Math 368 - Introduction to Abstract Mathematical Structures

TR 9:35 -10:50am, CE 136

Instructor: Dr. Kathryn Nyman
Office: Milner 221
Office hours: Mon. 10:00 - 11:30 am,  Tues. 3:00 - 4:00 pm, or by appointment.
E-mail:  nyman@math.tamu.edu                         Phone:  845-7636
URL address:  http://www.math.tamu.edu/~nyman

Course Description:  We will cover topics in logic, set theory, number theory, relations, modular arithmetic, groups and cryptography (as time permits).  The course is designed for K-8 education majors who wish to be math specialists for grades 5-8.  The purpose of the course is to deepen the students' understanding and knowledge of mathematics (especially in regards to the "whys" of mathematics).  Active participation in class is expected.    Prerequisites:  Math 131, 166, 365, 366 and 367.

Textbook:  Edward R. Scheinerman, Mathematics - A discrete introduction, Brooks/Cole, 2000.

Grading:  There will be three exams given during the semester.  The time and subject matter will be announced at least a week in advance.  In lieu of a final examination, you will have a final paper (see below).  In addition there will be semi-regular quizzes, homework and collected in-class work and writing assignments. 
3 Exams @ 100 points                   = 300 points                   
Final paper                                       = 100 points                   
Quizzes/homework/class work:     = 150 points

Paper:  Your paper is due on Friday, May 7 by 5:00pm (the first day of finals).  The paper will be on a topic of mathematics, preferably one that interests  you.  A list of possible topics is provided.  Feel free to suggest a topic not on the list, but you must get my permission before proceding.  You will be required to find materials both in books and on the web.  The best papers will contain some original work (such as examples that you created, applications, etc).  The main purpose of the paper is for you to learn some new mathematics on your own so that you will know that you can learn mathematics without a professor.  This is very important for teachers as curriculums and requirements change over time and you will likely need to learn something new (as well as learn new ways to look at old math) as you teach.

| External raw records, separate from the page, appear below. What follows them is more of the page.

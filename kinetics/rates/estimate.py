"""Generalised least squares with the full covariance, and profile-likelihood intervals.

The stated covariance of each spectrum (noise of the windows and of the shared reference) is a
block. Where the scatter about the fit is larger than it says, two further parts are estimated by
restricted maximum likelihood (Patterson & Thompson 1971): a white part equal for all values,
and a shared part proportional to the values (a wandering reference). What then remains is
absorbed by the residual variance, and intervals are taken from Student's t.
"""

from dataclasses import dataclass, replace

import numpy as np
from scipy.optimize import least_squares, minimize, minimize_scalar
from scipy.stats import chi2

from kinetics.errors import FitError
from kinetics.rates.model import Model, starts
from kinetics.rates.series import Float64, Series

_TOLERANCE = 3e-16
_TRIED = 3  # the best starts that are followed to the end
# Extra parts are estimated only where the plain fit's scatter is unlikely by the stated errors.
_EXCESS_P = 0.01
_FEWEST_FOR_CORRELATION = 10
_CORRELATION_SD = 2.33  # one-sided, 1 %
_HIGHEST_CORRELATION = 0.97


@dataclass(frozen=True, slots=True, eq=False)
class Whitener:
    """Turns residuals of shape (n, m) into uncorrelated ones of unit variance.

    Attributes
    ----------
    inverse
        Inverse Cholesky factor of each block, shape (n, m, m).
    log_det
        Logarithm of the determinant of the whole covariance.
    white, shared
        Variances of the extra white part (amount²) and of the shared relative part.
    rho
        Correlation of neighbouring spectra.
    """

    inverse: Float64
    log_det: float
    white: float = 0.0
    shared: float = 0.0
    rho: float = 0.0

    @property
    def extra_parts(self) -> int:
        """Number of variance parts that were estimated."""
        return sum(1 for part in (self.white, self.shared, self.rho) if part)

    def apply(self, values: Float64) -> Float64:
        """Whiten residuals, shape (n, m) → (n, m)."""
        return self._innovations(np.einsum("nij,nj->ni", self.inverse, values))

    def apply_jacobian(self, jacobian: Float64) -> Float64:
        """Whiten a Jacobian, shape (n, m, p) → (n m, p)."""
        return self._innovations(self.inverse @ jacobian).reshape(-1, jacobian.shape[2])

    def _innovations(self, values: Float64) -> Float64:
        """Take from each spectrum what the one before it foretells."""
        if self.rho == 0.0 or values.shape[0] < 2:
            return values
        out = np.array(values)
        out[1:] = (values[1:] - self.rho * values[:-1]) / np.sqrt(1 - self.rho**2)
        return out

    def correlated(self, rho: float) -> "Whitener":
        """Return the whitener for neighbouring spectra correlated by `rho` (AR(1))."""
        spectra, species = self.inverse.shape[0], self.inverse.shape[1]
        plain = self.log_det - species * (spectra - 1) * np.log1p(-(self.rho**2))
        log_det = plain + species * (spectra - 1) * np.log1p(-(rho**2))
        return replace(self, log_det=float(log_det), rho=rho)


def whitener(
    covariance: Float64, white: float = 0.0, shared: float = 0.0, curve: Float64 | None = None
) -> Whitener:
    """Build a whitener from the stated covariance and the extra parts.

    Raises
    ------
    FitError
        If a covariance is not positive definite.
    """
    total = covariance
    if white:
        total = total + white * np.eye(covariance.shape[1])
    if shared and curve is not None:
        total = total + shared * curve[:, :, None] * curve[:, None, :]
    try:
        lower = np.linalg.cholesky(total)
    except np.linalg.LinAlgError:
        raise FitError("the covariance of a spectrum's amounts is not positive definite") from None
    diagonal = np.einsum("nii->ni", lower)
    return Whitener(np.linalg.inv(lower), 2.0 * float(np.log(diagonal).sum()), white, shared)


@dataclass(frozen=True, slots=True, eq=False)
class Estimate:
    """A law fitted to a series.

    Attributes
    ----------
    x
        Parameter vector of the model, shape (p,).
    covariance
        Of the vector, scaled by the residual variance, shape (p, p).
    whitener
        Used in the fit.
    residuals
        Observed less predicted, shape (n, m).
    whitened
        The same, uncorrelated and of unit variance as far as the covariance is right.
    chi2
        Sum of squares of `whitened`.
    dof
        Degrees of freedom.
    scale
        chi2 / dof: residual variance over the stated one.
    """

    x: Float64
    covariance: Float64
    whitener: Whitener
    residuals: Float64
    whitened: Float64
    chi2: float
    dof: int
    scale: float

    @property
    def minus_two_log_likelihood(self) -> float:
        """−2 ln L with the residual variance at its maximum-likelihood value."""
        count = self.whitened.size
        spread = float(np.log(2 * np.pi * self.chi2 / count))
        return count * (1 + spread) + self.whitener.log_det


class Problem:
    """One model and one series; keeps what all searches share."""

    def __init__(self, model: Model, series: Series) -> None:
        self.model, self.series = model, series
        self.data = series.values[:, list(model.columns)]
        block = np.ix_(range(series.size), model.columns, model.columns)
        self.stated = series.covariance[block]
        self.dof = self.data.size - model.size
        if self.dof < 1:
            raise FitError(
                f"{model.law.name}: {self.data.size} values cannot determine {model.size} "
                "parameters and their uncertainty; wait for more spectra"
            )

    def predict(self, x: Float64) -> Float64:
        """Return the fitted curve at the spectra, shape (n, m)."""
        curve = self.model.predict(x, self.series.time_s, self.series.acquisition_s)
        return np.asarray(np.real(curve), np.float64)

    def jacobian(self, x: Float64) -> Float64:
        """Return its derivative, shape (n, m, p)."""
        return self.model.jacobian(x, self.series.time_s, self.series.acquisition_s)

    def search(
        self, x: Float64, w: Whitener, fixed: int | None = None, tolerance: float = _TOLERANCE
    ) -> tuple[Float64, float]:
        """Minimise from a start, with one element of the vector held if `fixed` is given."""
        free = [i for i in range(x.size) if i != fixed]
        full = np.array(x, np.float64)

        def place(part: Float64) -> Float64:
            full[free] = part
            return full

        def rest(part: Float64) -> Float64:
            value = w.apply(self.predict(place(part)) - self.data).ravel()
            return np.asarray(np.where(np.isfinite(value), value, 1e150), np.float64)

        def slope(part: Float64) -> Float64:
            value = w.apply_jacobian(self.jacobian(place(part)))[:, free]
            return np.asarray(np.where(np.isfinite(value), value, 0.0), np.float64)

        if not free:
            value = rest(np.zeros(0))
            return full, float(value @ value)
        with np.errstate(all="ignore"):
            found = least_squares(
                rest,
                full[free],
                jac=slope,
                method="lm",
                x_scale="jac",
                xtol=tolerance,
                ftol=tolerance,
                gtol=tolerance,
                max_nfev=400,
            )
        return np.array(place(found.x)), float(2 * found.cost)

    def best(self, w: Whitener) -> tuple[Float64, float]:
        """Minimise from the grid of starts."""
        with np.errstate(all="ignore"):
            costs = []
            for x in starts(self.model, self.series):
                rest = w.apply(self.predict(x) - self.data)
                cost = float((rest**2).sum())
                costs.append((cost if np.isfinite(cost) else np.inf, x))
        costs.sort(key=lambda item: item[0])
        found = [self.search(x, w) for _, x in costs[:_TRIED]]
        return min(found, key=lambda item: item[1])


def lag_one(whitened: Float64) -> float:
    """Return the correlation of neighbouring residuals, pooled over the species, shape (n, m)."""
    total = float((whitened**2).sum())
    return float((whitened[1:] * whitened[:-1]).sum()) / total if total > 0 else 0.0


def is_correlated(whitened: Float64, parameters: int) -> bool:
    """Whether neighbouring residuals are positively correlated beyond chance (one in a hundred).

    A fit of p parameters makes residuals of independent noise negatively correlated, by about
    p over the number of spectra and species; the bound allows for that.
    """
    spectra, count = whitened.shape[0], whitened.size
    if spectra < _FEWEST_FOR_CORRELATION:
        return False
    return bool(lag_one(whitened) > _CORRELATION_SD / np.sqrt(count) - parameters / count)


def estimate(problem: Problem) -> Estimate:
    """Fit a model to a series.

    Raises
    ------
    FitError
        If there are too few values, or the search does not end in finite values.
    """
    w = whitener(problem.stated)
    x, cost = problem.best(w)
    for _ in range(2):
        if chi2.sf(cost, problem.dof) > _EXCESS_P and not (w.white or w.shared):
            break
        white, shared = _reml(problem, x)
        w = whitener(problem.stated, white, shared, problem.predict(x))
        x, cost = problem.search(x, w)
    if is_correlated(w.apply(problem.data - problem.predict(x)), problem.model.size):
        w = w.correlated(_correlation(problem, x, w))
        x, cost = problem.search(x, w)
    if not np.all(np.isfinite(x)) or not np.isfinite(cost):
        raise FitError(f"{problem.model.law.name}: the fit does not converge on these data")
    return finished(problem, x, w)


def finished(problem: Problem, x: Float64, w: Whitener) -> Estimate:
    """Gather what belongs to a minimum."""
    residuals = problem.data - problem.predict(x)
    whitened = w.apply(residuals)
    slope = w.apply_jacobian(problem.jacobian(x))
    cost = float((whitened**2).sum())
    scale = cost / problem.dof
    return Estimate(
        x=x,
        covariance=_inverse_normal(slope) * scale,
        whitener=w,
        residuals=residuals,
        whitened=whitened,
        chi2=cost,
        dof=problem.dof,
        scale=scale,
    )


def _inverse_normal(slope: Float64) -> Float64:
    """Return (J'J)⁻¹ by a QR of the column-scaled Jacobian."""
    size = np.linalg.norm(slope, axis=0)
    size = np.where(size > 0, size, 1.0)
    upper = np.linalg.qr(slope / size, mode="r")
    with np.errstate(all="ignore"):
        inverse = np.linalg.pinv(upper)
    return np.asarray((inverse @ inverse.T) / np.outer(size, size), np.float64)


def _correlation(problem: Problem, x: Float64, w: Whitener) -> float:
    """Estimate the correlation of neighbouring spectra by restricted maximum likelihood."""
    rest, slope = problem.data - problem.predict(x), problem.jacobian(x)

    def objective(rho: float) -> float:
        trial = w.correlated(rho)
        a, b = trial.apply_jacobian(slope), trial.apply(rest).ravel()
        upper = np.linalg.qr(a, mode="r")
        left = b - a @ np.linalg.lstsq(a, b, rcond=None)[0]
        log_normal = 2 * float(np.log(np.maximum(np.abs(np.diag(upper)), 1e-300)).sum())
        spread = float(np.log(left @ left / problem.dof))
        return trial.log_det + log_normal + problem.dof * spread

    found = minimize_scalar(objective, bounds=(0.0, _HIGHEST_CORRELATION), method="bounded")
    return float(found.x)


def _reml(problem: Problem, x: Float64) -> tuple[float, float]:
    """Estimate the extra white and shared variances with the curve linearised about x."""
    curve, slope = problem.predict(x), problem.jacobian(x)
    rest = problem.data - curve
    typical = float(np.mean(np.einsum("nii->ni", problem.stated)))
    excess = max(float(np.mean(rest**2)), 1e-30)
    size2 = max(float(np.mean(curve**2)), 1e-30)
    joint = curve.shape[1] > 1

    def objective(logs: Float64) -> float:
        white = float(np.exp(logs[0]))
        shared = float(np.exp(logs[1])) if joint else 0.0
        w = whitener(problem.stated, white, shared, curve)
        a, b = w.apply_jacobian(slope), w.apply(rest).ravel()
        upper = np.linalg.qr(a, mode="r")
        projected = b - a @ np.linalg.lstsq(a, b, rcond=None)[0]
        diagonal = np.abs(np.diag(upper))
        log_normal = 2 * float(np.log(np.maximum(diagonal, 1e-300)).sum())
        return w.log_det + log_normal + float(projected @ projected)

    floor = 1e-8
    begin = [np.log(max(excess - typical, 0.1 * excess))]
    limits = [(np.log(floor * excess), np.log(100 * excess))]
    if joint:
        begin.append(np.log(max(0.1 * excess / size2, 1e-12)))
        limits.append((np.log(floor * excess / size2), np.log(100 * excess / size2)))
    found = minimize(objective, np.array(begin), method="L-BFGS-B", bounds=limits)
    white = float(np.exp(found.x[0]))
    shared = float(np.exp(found.x[1])) if joint else 0.0
    return (
        white if white > 10 * floor * excess else 0.0,
        shared if shared > 10 * floor * excess / size2 else 0.0,
    )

Homework:  In order to do well on quizzes and tests it is imperative that you practice the material we cover in class.  Homework will be collected on Thursdays in class.  Late homeworks will not be accepted except in extraordinary situations (contact me before homework is due in such cases).  I encourage you to form study groups and discuss homework problems with each other, however every student must write up their assignment independently.

Help:  Ask questions in class!  Come to my office during office hours!  Work with each other!  The Learning Skills Center (845-4427) and Support Services for Students with Disabilities (845-1247) may also be of help.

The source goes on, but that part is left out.